(MATERIAL FOR THIS EXERCISE begins)

using System.Collections.Immutable;
using System.Globalization;
using ModalChain.Io.Diagnostics;

namespace ModalChain.Io.Csv;

/// <summary>Reads a time history table: one 'time, value' row per line, checked row by row with line and column.</summary>
/// <remarks>
/// Fields are separated by a comma, a semicolon or a tab and use a decimal point (never the culture's comma). Blank
/// lines and lines starting with '#' are skipped; the first other line may be a header of names. Times must be
/// strictly increasing. Units are those the model file states for the table (SI by default).
/// </remarks>
public static class TimeTableCsv
{
    /// <summary>Parses <paramref name="text"/>; problems go to <paramref name="diagnostics"/> naming <paramref name="file"/>; null when any row is bad.</summary>
    public static (ImmutableArray<double> Times, ImmutableArray<double> Values)? Parse(string text, string file, ICollection<Diagnostic> diagnostics)
    {
        ArgumentNullException.ThrowIfNull(text);
        ArgumentNullException.ThrowIfNull(diagnostics);
        var times = new List<double>();
        var values = new List<double>();
        var errors = 0;
        var firstContent = true;
        var lines = text.Split('\n');
        for (var l = 0; l < lines.Length; l++)
        {
            var line = lines[l].TrimEnd('\r');
            var number = l + 1;
            if (line.Trim().Length == 0 || line.TrimStart().StartsWith('#')) continue;
            var fields = Split(line);
            var header = firstContent && fields.Count > 0 && !double.TryParse(fields[0].Text, NumberStyles.Float, CultureInfo.InvariantCulture, out _)
                && fields.Any(x => x.Text.Any(char.IsLetter));
            firstContent = false;
            if (header) continue;

            void Error(int column, string message)
            {
                diagnostics.Add(new Diagnostic(Severity.Error, file, new SourcePosition(number, column), message));
                errors++;
            }
            if (fields.Count != 2)
            {
                Error(1, $"a row needs exactly two fields, time and value; found {fields.Count}");
                continue;
            }
            var ok = true;
            var parsed = new double[2];
            for (var i = 0; i < 2; i++)
            {
                var (field, column) = fields[i];
                var name = i == 0 ? "time" : "value";
                if (field.Length == 0)
                {
                    Error(column, $"the {name} is missing");
                    ok = false;
                }
                else if (!double.TryParse(field, NumberStyles.Float, CultureInfo.InvariantCulture, out parsed[i]))
                {
                    Error(column, $"the {name} '{field}' is not a number (write a decimal point, e.g. 0.25)");
                    ok = false;
                }
                else if (!double.IsFinite(parsed[i]))
                {
                    Error(column, $"the {name} '{field}' is not finite");
                    ok = false;
                }
            }
            if (!ok) continue;
            if (parsed[0] < 0)
            {
                Error(fields[0].Column, $"the time {Format(parsed[0])} s is negative; a record starts at 0 s or later");
                continue;
            }
            if (times.Count > 0 && !(parsed[0] > times[^1]))
            {
                Error(fields[0].Column, $"the time {Format(parsed[0])} s is not after the previous row's {Format(times[^1])} s; rows must be sorted by increasing time, each time once");
                continue;
            }
            times.Add(parsed[0]);
            values.Add(parsed[1]);
        }
        if (errors > 0) return null;
        if (times.Count < 2)
        {
            diagnostics.Add(new Diagnostic(Severity.Error, file, new SourcePosition(Math.Max(1, lines.Length), 1),
                $"the table has {times.Count} row{(times.Count == 1 ? "" : "s")}; it needs at least two (time, value) rows"));
            return null;
        }
        return ([.. times], [.. values]);
    }

    private static List<(string Text, int Column)> Split(string line)
    {
        var separator = line.Contains(',') ? ',' : line.Contains(';') ? ';' : '\t';
        var fields = new List<(string, int)>();
        var start = 0;
        while (true)
        {
            var end = line.IndexOf(separator, start);
            var raw = end < 0 ? line[start..] : line[start..end];
            var leading = raw.Length - raw.TrimStart().Length;
            fields.Add((raw.Trim(), start + leading + 1));
            if (end < 0) break;
            start = end + 1;
        }
        return fields;
    }

    private static string Format(double v) => v.ToString("G6", CultureInfo.InvariantCulture);
}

(MATERIAL FOR THIS EXERCISE ends)

• _WORK TO COMPLETE_:
The answer must be a single number: how many lines in the data contain the string "double"?

• _RESPONSE AREA_:
8